Create Mixtures of Experts with MergeKit

Post Details

Company

HuggingFace

Date Published

March 28, 2024

Author

Maxime Labonne

Word Count

2,007

Language

-

Hacker News Points

-

Source URL

huggingface.co/blog/mlabonne/frankenmoe

Summary

The Mixture of Experts (MoE) architecture has become increasingly popular due to innovations like Mixtral and new methods of creating MoEs using Arcee's MergeKit library. Traditional MoEs involve pre-training from scratch, but MergeKit enables the creation of "frankenMoEs" by combining multiple pre-trained models, allowing for improved performance and efficiency.
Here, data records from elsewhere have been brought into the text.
/**
 * Fleiss' kappa: agreement of many raters on a nominal scale.
 *
 * Fleiss, J. L. (1971). Measuring nominal scale agreement among many raters.
 * Psychological Bulletin, 76(5), 378–382. https://doi.org/10.1037/h0031619
 *
 * N subjects are each rated by the same number n of raters into one of k categories.
 * With n_ij the number of raters who put subject i into category j:
 *
 *   p_j  = (1 / (N n)) Σ_i n_ij                     share of all ratings in category j
 *   P_i  = (Σ_j n_ij² − n) / (n (n − 1))            agreeing rater pairs on subject i
 *   P̄    = (1 / N) Σ_i P_i                          observed agreement   (pObserved)
 *   P̄_e  = Σ_j p_j²                                 agreement by chance  (pExpected)
 *   κ    = (P̄ − P̄_e) / (1 − P̄_e)
 *
 * The raters need not be the same people for every subject; only their number is fixed.
 * Categories are nominal: a 4 against a 5 is as much a disagreement as a 1 against a 5.
 * A category nobody used has p_j = 0 and changes nothing, so listing the full scale only
 * serves to reject scores outside it.
 *
 * κ is undefined (NaN here) when every rating falls into one category (P̄_e = 1).
 *
 * Confidence interval: percentile bootstrap over subjects (./bootstrap.ts). `fleissKappaWeighted`
 * evaluates κ with subject i counted w_i times — P̄ = Σ w_i P_i / Σ w_i and
 * p_j = Σ w_i n_ij / (n Σ w_i) — so a resample needs no copy of the data.
 */
import type { CategoryCounts } from './rating-matrix.ts';

export interface FleissKappa {
  /** Fleiss' κ; NaN when all ratings fall into a single category. */
  kappa: number;
  /** Subjects used (complete cases). */
  subjects: number;
  /** Raters per subject (n). */
  raters: number;
  /** Mean observed agreement P̄. */
  pObserved: number;
  /** Chance agreement P̄_e. */
  pExpected: number;
}

/**
 * Fleiss' κ from a count matrix: `counts[i][j]` is the number of raters who put subject i into
 * category j. Every row must sum to the same number of raters n ≥ 2.
 */
export function fleissKappaFromCounts(counts: ReadonlyArray<ReadonlyArray<number>>): FleissKappa {
  const N = counts.length;
  if (N === 0) throw new RangeError('Fleiss kappa needs at least one subject');
  const k = counts[0].length;
  if (k === 0) throw new RangeError('Fleiss kappa needs at least one category');
  let n = -1;
  const totals = new Array<number>(k).fill(0);
  let sumP = 0;
  counts.forEach((row, i) => {
    if (row.length !== k) {
      throw new RangeError(`subject ${i + 1} has ${row.length} category counts, expected ${k}`);
    }
    let ni = 0;
    let squares = 0;
    row.forEach((c, j) => {
      if (!Number.isInteger(c) || c < 0) {
        throw new RangeError(`subject ${i + 1}, category ${j + 1}: count ${c} is not a whole number ≥ 0`);
      }
      ni += c;
      squares += c * c;
      totals[j] += c;
    });
    if (n === -1) n = ni;
    if (ni !== n) {
      throw new RangeError(`subject ${i + 1} has ${ni} ratings, subject 1 has ${n}: every subject needs the same number of raters`);
    }
    if (n < 2) throw new RangeError(`Fleiss kappa needs at least two raters per subject, got ${n}`);
    sumP += (squares - n) / (n * (n - 1));
  });
  const pObserved = sumP / N;
  const pExpected = totals.reduce((acc, t) => acc + (t / (N * n)) ** 2, 0);
  const kappa = pExpected === 1 ? Number.NaN : (pObserved - pExpected) / (1 - pExpected);
  return { kappa, subjects: N, raters: n, pObserved, pExpected };
}

/**
 * Fleiss' κ from a rating matrix: `ratings[i][j]` is rater j's category for subject i.
 * Subjects with a missing rating (null or NaN) are dropped; `subjects` tells how many were used.
 * `categories` defaults to the categories observed among the complete subjects; when given, a
 * rating outside it is an error.
 */
export function fleissKappa(
  ratings: ReadonlyArray<ReadonlyArray<number | null>>,
  categories?: readonly number[],
): FleissKappa {
  if (ratings.length === 0) throw new RangeError('Fleiss kappa needs at least one subject');
  const raters = ratings[0].length;
  ratings.forEach((row, i) => {
    if (row.length !== raters) {
      throw new RangeError(`subject ${i + 1} has ${row.length} rating slots, subject 1 has ${raters}: give one column per rater`);
    }
  });
  const isComplete = (row: ReadonlyArray<number | null>): row is number[] =>
    row.every((v) => v !== null && !Number.isNaN(v));
  const complete: { row: readonly number[]; subject: number }[] = [];
  ratings.forEach((row, i) => {
    if (isComplete(row)) complete.push({ row, subject: i + 1 });
  });
  if (complete.length === 0) throw new RangeError('Fleiss kappa: no subject was rated by every rater');

  const cats = categories
    ? [...categories]
    : [...new Set(complete.flatMap((c) => c.row))].sort((a, b) => a - b);
  const index = new Map(cats.map((c, j) => [c, j]));
  if (index.size !== cats.length) throw new RangeError('Fleiss kappa: categories must not repeat');
  const counts = complete.map(({ row, subject }) => {
    const out = new Array<number>(cats.length).fill(0);
    for (const v of row) {
      const j = index.get(v);
      if (j === undefined) {
        throw new RangeError(`Fleiss kappa: subject ${subject} has rating ${v}, which is not one of the categories ${cats.join(', ')}`);
      }
      out[j] += 1;
    }
    return out;
  });
  return fleissKappaFromCounts(counts);
}

/**
 * Fleiss' κ over the subjects rated by exactly `raters` readers (complete cases), subject i counted
 * `weights[i]` times; the returned function is for repeated use (the bootstrap), with each
 * subject's P_i computed once. NaN when no such subject is drawn or P̄_e = 1.
 */
export function weightedFleissKappa(cc: CategoryCounts, raters: number): (weights: ArrayLike<number>) => number {
  const q = cc.categories.length;
  const completeList: number[] = [];
  for (let i = 0; i < cc.subjects; i++) if (cc.rated[i] === raters) completeList.push(i);
  const subject = Int32Array.from(completeList);
  const agreement = Float64Array.from(completeList, (i) => {
    let squares = 0;
    for (let j = 0; j < q; j++) squares += cc.counts[i * q + j] ** 2;
    return (squares - raters) / (raters * (raters - 1));
  });
  const totals = new Float64Array(q);
  return (weights) => {
    totals.fill(0);
    let sumW = 0;
    let sumP = 0;
    for (let k = 0; k < subject.length; k++) {
      const i = subject[k];
      const w = weights[i];
      if (w === 0) continue;
      for (let j = 0; j < q; j++) totals[j] += w * cc.counts[i * q + j];
      sumP += w * agreement[k];
      sumW += w;
    }
    if (sumW === 0) return Number.NaN;
    let pExpected = 0;
    for (let j = 0; j < q; j++) pExpected += (totals[j] / (sumW * raters)) ** 2;
    return pExpected === 1 ? Number.NaN : (sumP / sumW - pExpected) / (1 - pExpected);
  };
}

/** Fleiss' κ over the complete subjects, subject i counted `weights[i]` times. */
export function fleissKappaWeighted(cc: CategoryCounts, raters: number, weights: ArrayLike<number>): number {
  return weightedFleissKappa(cc, raters)(weights);
}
These frankenMoEs utilize specialized subnetworks or "experts" that are selectively activated based on input, leading to faster training and more efficient inference. While this approach offers advantages, it also requires significant VRAM and presents challenges in fine-tuning and memory usage. The article explores the process of creating a frankenMoE with MergeKit, using a selection of experts to perform various tasks, resulting in a model like Beyonder-4x7B-v3 that performs well on several benchmarks. Despite some trade-offs, frankenMoEs show promise in preserving knowledge and producing robust models, with potential improvements depending on hardware capabilities.